PROBLEM TO SOLVE: Count how many lines below include the string "values", and give that number without anything else.

+ + + + + + +

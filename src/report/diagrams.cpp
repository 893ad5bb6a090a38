// The architecture block drawing of a SIF and the frequency staircase of a scenario.
#include "sifter/report/diagrams.hpp"

#include <algorithm>
#include <cmath>
#include <map>
#include <optional>

#include "sifter/model/format.hpp"
#include "sifter/report/svg.hpp"

namespace sifter::report {
namespace {

using svg::Anchor;
using svg::Canvas;

// Layout of the block drawing, in pixels.
constexpr double kElementH = 24.0, kElementGap = 18.0, kChannelGap = 10.0, kPad = 16.0, kBadgeH = 26.0;
// With these, a group's vertical centre is the midpoint of its first and last channel.
constexpr double kGroupGap = 46.0, kMarginX = 30.0, kHeadH = 40.0;

double text_px(const std::string& s) { return svg::kCharPx * static_cast<double>(s.size()); }

double element_w(const std::string& tag) { return std::max(56.0, text_px(tag) + 16.0); }

double channel_w(const std::vector<std::string>& channel) {
  double w = 0.0;
  for (const auto& tag : channel) w += element_w(tag);
  return w + kElementGap * static_cast<double>(channel.empty() ? 0 : channel.size() - 1);
}

struct GroupBox {
  double w = 0.0, h = 0.0;
};

GroupBox group_box(const SubsystemResult& s) {
  double inner = text_px(s.vote) + 24.0;
  for (const auto& ch : s.channels) inner = std::max(inner, channel_w(ch) + 2 * kElementGap);
  if (s.channels.empty()) inner = std::max(inner, text_px("supplier's figure") + 16.0);
  const double rows = static_cast<double>(std::max<std::size_t>(s.channels.size(), 1));
  const double name_w = text_px(svg::shortened(s.name, 40)) + 8.0;  // the name is written above the box
  return {std::max(inner + 2 * kPad, name_w), kBadgeH + rows * (kElementH + kChannelGap) + kPad};
}

std::string role_words(Role role) {
  switch (role) {
    case Role::kSensor:
      return "sensors";
    case Role::kLogic:
      return "logic solver";
    case Role::kFinal:
      return "final elements";
  }
  return "";
}

void arrow(Canvas& c, double x1, double x2, double y) {
  c.line(x1, y, x2 - 7, y, "wire");
  c.polygon({{x2, y}, {x2 - 8, y - 4}, {x2 - 8, y + 4}}, "arrow");
}

// One group at (x, y): the box, its vote, its channels in parallel between two rails.
void draw_group(Canvas& c, const SubsystemResult& s, const GroupBox& box, double x, double y) {
  c.text(x + box.w / 2, 14, role_words(s.role), "role", Anchor::kMiddle);
  c.text(x + box.w / 2, 30, svg::shortened(s.name, 40), "label", Anchor::kMiddle);
  c.rect(x, y, box.w, box.h, "group");
  c.rect(x + 8, y + 6, text_px(s.vote) + 12, 17, "badge");
  c.text(x + 14, y + 19, s.vote, "badge-text");
  if (s.channels.empty()) {
    c.text(x + box.w / 2, y + kBadgeH + kElementH / 2 + 4, "supplier's figure", "note", Anchor::kMiddle);
    return;
  }
  const double left_rail = x + kPad, right_rail = x + box.w - kPad;
  const double first = y + kBadgeH + kElementH / 2;
  const double last = first + static_cast<double>(s.channels.size() - 1) * (kElementH + kChannelGap);
  c.line(x, y + box.h / 2, left_rail, y + box.h / 2, "wire");
  c.line(right_rail, y + box.h / 2, x + box.w, y + box.h / 2, "wire");
  if (s.channels.size() > 1) {
    c.line(left_rail, first, left_rail, last, "wire");
    c.line(right_rail, first, right_rail, last, "wire");
  }
  for (std::size_t k = 0; k < s.channels.size(); ++k) {
    const double mid = first + static_cast<double>(k) * (kElementH + kChannelGap);
    double ex = x + (box.w - channel_w(s.channels[k])) / 2;
    c.line(left_rail, mid, ex, mid, "wire");
    for (std::size_t e = 0; e < s.channels[k].size(); ++e) {
      const std::string& tag = s.channels[k][e];
      if (e > 0) c.line(ex - kElementGap, mid, ex, mid, "wire");
      c.rect(ex, mid - kElementH / 2, element_w(tag), kElementH, "element");
      c.text(ex + element_w(tag) / 2, mid + 4, tag, "tag", Anchor::kMiddle);
      ex += element_w(tag) + kElementGap;
    }
    c.line(ex - kElementGap, mid, right_rail, mid, "wire");
  }
}

}  // namespace

std::string architecture_svg(const SifResult& sif) {
  std::vector<GroupBox> boxes;
  double width = 2 * kMarginX, tallest = 0.0;
  for (const auto& s : sif.subsystems) {
    boxes.push_back(group_box(s));
    width += boxes.back().w;
    tallest = std::max(tallest, boxes.back().h);
  }
  width += kGroupGap * static_cast<double>(boxes.empty() ? 0 : boxes.size() - 1);
  Canvas c(std::max(width, 320.0), kHeadH + tallest + 12.0);
  const double mid = kHeadH + tallest / 2;
  double x = kMarginX;
  arrow(c, 4, x, mid);
  for (std::size_t i = 0; i < boxes.size(); ++i) {
    const double top = mid - boxes[i].h / 2;
    draw_group(c, sif.subsystems[i], boxes[i], x, top);
    x += boxes[i].w;
    arrow(c, x, x + (i + 1 < boxes.size() ? kGroupGap : kMarginX - 4), mid);
    x += kGroupGap;
  }
  return c.render("architecture", "Architecture of " + sif.id);
}

namespace {

// One stepped line of the staircase: columns and the frequency after each step.
struct Stair {
  std::string name;
  std::string cls;
  std::vector<std::pair<std::size_t, double>> points;  // (column, frequency per year)
};

// Columns that belong together: a cause's steps, all causes, one consequence's steps.
struct ColumnGroup {
  std::string name;
  std::size_t first = 0, last = 0;
  std::optional<double> target_per_yr;  // consequences: the tolerable frequency
  std::optional<bool> meets_target;     // consequences: with the SIF
};

struct Staircase {
  std::vector<std::string> labels;  // one per column
  std::vector<Stair> stairs;
  std::vector<ColumnGroup> groups;
};

std::string column_label(const WorksheetRow& row) {
  switch (row.step) {
    case WorksheetStep::kCause:
      return "initiating frequency";
    case WorksheetStep::kEnabling:
      return svg::shortened(row.title, 22);
    case WorksheetStep::kLayer:
      return row.item + (row.credited ? "" : " (no credit)");
    case WorksheetStep::kSif:
      return row.item + " (assessed)";
    case WorksheetStep::kTotal:
      return "sum";
    case WorksheetStep::kModifier:
      return svg::shortened(row.title, 22);
    case WorksheetStep::kTarget:
      return "without the SIF";
    case WorksheetStep::kWithSif:
      return "with the SIF";
    case WorksheetStep::kNotCredited:
      return "";
  }
  return "";
}

// Starts a new group (and its stair) when the row's group differs from the last one.
void open_group(Staircase& st, const std::string& name, const std::string& cls, std::size_t col) {
  if (!st.groups.empty() && st.groups.back().name == name) return;
  st.groups.push_back({name, col, col, std::nullopt, std::nullopt});
  st.stairs.push_back({name, cls, {}});
}

Staircase build_staircase(const ScenarioResult& s) {
  Staircase st;
  std::optional<std::pair<std::size_t, double>> total;
  std::size_t consequence = 0;
  for (const auto& row : s.worksheet) {
    if (!row.frequency_per_yr || row.step == WorksheetStep::kNotCredited) continue;
    const std::size_t col = st.labels.size();
    st.labels.push_back(column_label(row));
    const double f = *row.frequency_per_yr;
    if (row.step == WorksheetStep::kTotal) {
      open_group(st, "all causes", "total", col);
      total = {col, f};
    } else if (row.consequence.empty() && !row.cause.empty()) {
      open_group(st, "cause " + row.cause, "sub sub-" + std::to_string(st.groups.size() % 4), col);
    } else {
      const std::size_t before = st.groups.size();
      open_group(st, row.consequence, "tail tail-" + std::to_string(consequence % 2), col);
      if (st.groups.size() != before) {
        if (total) st.stairs.back().points.push_back(*total);  // every consequence starts from the sum
        if (consequence < s.consequences.size())
          st.groups.back().meets_target = s.consequences[consequence].meets_target;
        ++consequence;
      }
      if (row.step == WorksheetStep::kTarget && row.value) st.groups.back().target_per_yr = *row.value;
    }
    st.stairs.back().points.emplace_back(col, f);
    st.groups.back().last = col;
  }
  return st;
}

constexpr double kStairLeft = 80.0, kStairTop = 30.0, kStairPlotH = 240.0, kLabelRoom = 118.0;

// A stair: a tread across each column and risers between neighbours; the step from the sum to
// a consequence further right is a thin link, so that it does not read as a step of its own.
void draw_stair(Canvas& c, const svg::Plot& p, const Stair& stair, double column_w) {
  const auto x_of = [&](std::size_t col) { return p.left + column_w * (static_cast<double>(col) + 0.5); };
  const double half = column_w * 0.35;
  svg::Points pts;
  for (std::size_t i = 0; i < stair.points.size(); ++i) {
    const auto [col, f] = stair.points[i];
    if (i > 0 && col != stair.points[i - 1].first + 1) {
      c.polyline(pts, stair.cls);
      c.line(x_of(stair.points[i - 1].first) + half, pts.back().second, x_of(col) - half, pts.back().second, "link");
      pts = {{x_of(col) - half, pts.back().second}};
    }
    pts.emplace_back(x_of(col) - half, p.y(f));  // the riser from the previous tread, or the start
    pts.emplace_back(x_of(col) + half, p.y(f));
  }
  c.polyline(pts, stair.cls);
  for (const auto& [col, f] : stair.points) c.circle(x_of(col), p.y(f), 2.6, "dot");
}

// Group captions above the plot, separators between groups, the tolerable frequency of each
// consequence across its columns and the verdict beside its last step.
void draw_groups(Canvas& c, const svg::Plot& p, const Staircase& st, double column_w) {
  for (std::size_t k = 0; k < st.groups.size(); ++k) {
    const ColumnGroup& g = st.groups[k];
    const double x1 = p.left + column_w * static_cast<double>(g.first);
    const double x2 = p.left + column_w * static_cast<double>(g.last + 1);
    if (g.first > 0) c.line(x1, p.top, x1, p.top + p.height, "separator");
    c.text((x1 + x2) / 2, p.top - 8,
           svg::shortened(g.name, std::max<std::size_t>(10, static_cast<std::size_t>((x2 - x1) / svg::kCharPx))),
           "label", Anchor::kMiddle);
    if (g.target_per_yr) {
      c.line(x1, p.y(*g.target_per_yr), x2, p.y(*g.target_per_yr), "req-line");
      // From the group's left edge, or ending at its right edge when the words would leave it.
      const std::string words = "tolerable " + sci(*g.target_per_yr);
      const bool fits = x1 + 3 + text_px(words) <= x2;
      c.text(fits ? x1 + 3 : x2 - 3, p.y(*g.target_per_yr) - 5, words, "note", fits ? Anchor::kStart : Anchor::kEnd);
    }
    if (g.meets_target) {
      const auto& last = st.stairs[k].points.back();  // groups and stairs are opened in pairs
      // Under the step, where no tolerable line runs; above it when that would leave the plot.
      const double below = p.y(last.second) + 17;
      c.text(p.left + column_w * (static_cast<double>(last.first) + 0.5),
             below < p.top + p.height - 2 ? below : p.y(last.second) - 8, *g.meets_target ? "✔" : "✘",
             *g.meets_target ? "mark-good" : "mark-bad", Anchor::kMiddle);
    }
  }
}

std::pair<double, double> stair_range(const Staircase& st) {
  std::vector<double> values, targets;
  for (const auto& stair : st.stairs)
    for (const auto& pt : stair.points) values.push_back(pt.second);
  for (const auto& g : st.groups)
    if (g.target_per_yr) targets.push_back(*g.target_per_yr);
  return svg::log_range(values, 12, targets);  // a staircase shows every step, however far down
}

}  // namespace

std::string staircase_svg(const ScenarioResult& s) {
  const Staircase st = build_staircase(s);
  const auto [lo, hi] = stair_range(st);
  const double columns = std::max<double>(1.0, static_cast<double>(st.labels.size()));
  const double column_w = std::max(40.0, (720.0 - kStairLeft - 24.0) / columns);
  const double plot_w = column_w * columns;
  const double legend_top = kStairTop + kStairPlotH + kLabelRoom;
  Canvas c(std::max(720.0, kStairLeft + plot_w + 24.0), legend_top + 14.0);
  const svg::Plot p{kStairLeft,
                    kStairTop,
                    plot_w,
                    kStairPlotH,
                    svg::Scale(0.0, 1.0, kStairLeft, kStairLeft + plot_w, false),
                    svg::Scale(lo, hi, kStairTop + kStairPlotH, kStairTop, true)};
  svg::Axis y;
  y.ticks = svg::decade_ticks(lo, hi);
  for (double t : y.ticks) y.labels.push_back(svg::power_of_ten_label(t));
  y.title = "frequency [per year, log scale]";
  svg::draw_axes(c, p, svg::Axis{}, y);
  for (std::size_t i = 0; i < st.labels.size(); ++i)
    c.rotated_text(p.left + column_w * (static_cast<double>(i) + 0.5) + 4, p.top + p.height + 12, -40, st.labels[i],
                   "tick", Anchor::kEnd);
  draw_groups(c, p, st, column_w);
  for (const auto& stair : st.stairs) draw_stair(c, p, stair, column_w);
  svg::legend_line(c, kStairLeft, legend_top, "req-line", "tolerable frequency of the consequence");
  c.text(kStairLeft + 320, legend_top, "✔ / ✘ with the SIF: tolerable / not tolerable", "legend");
  return c.render("staircase", "Frequency staircase of scenario " + s.id);
}

}  // namespace sifter::report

+ + + + + + +

YOUR SOLUTION: 3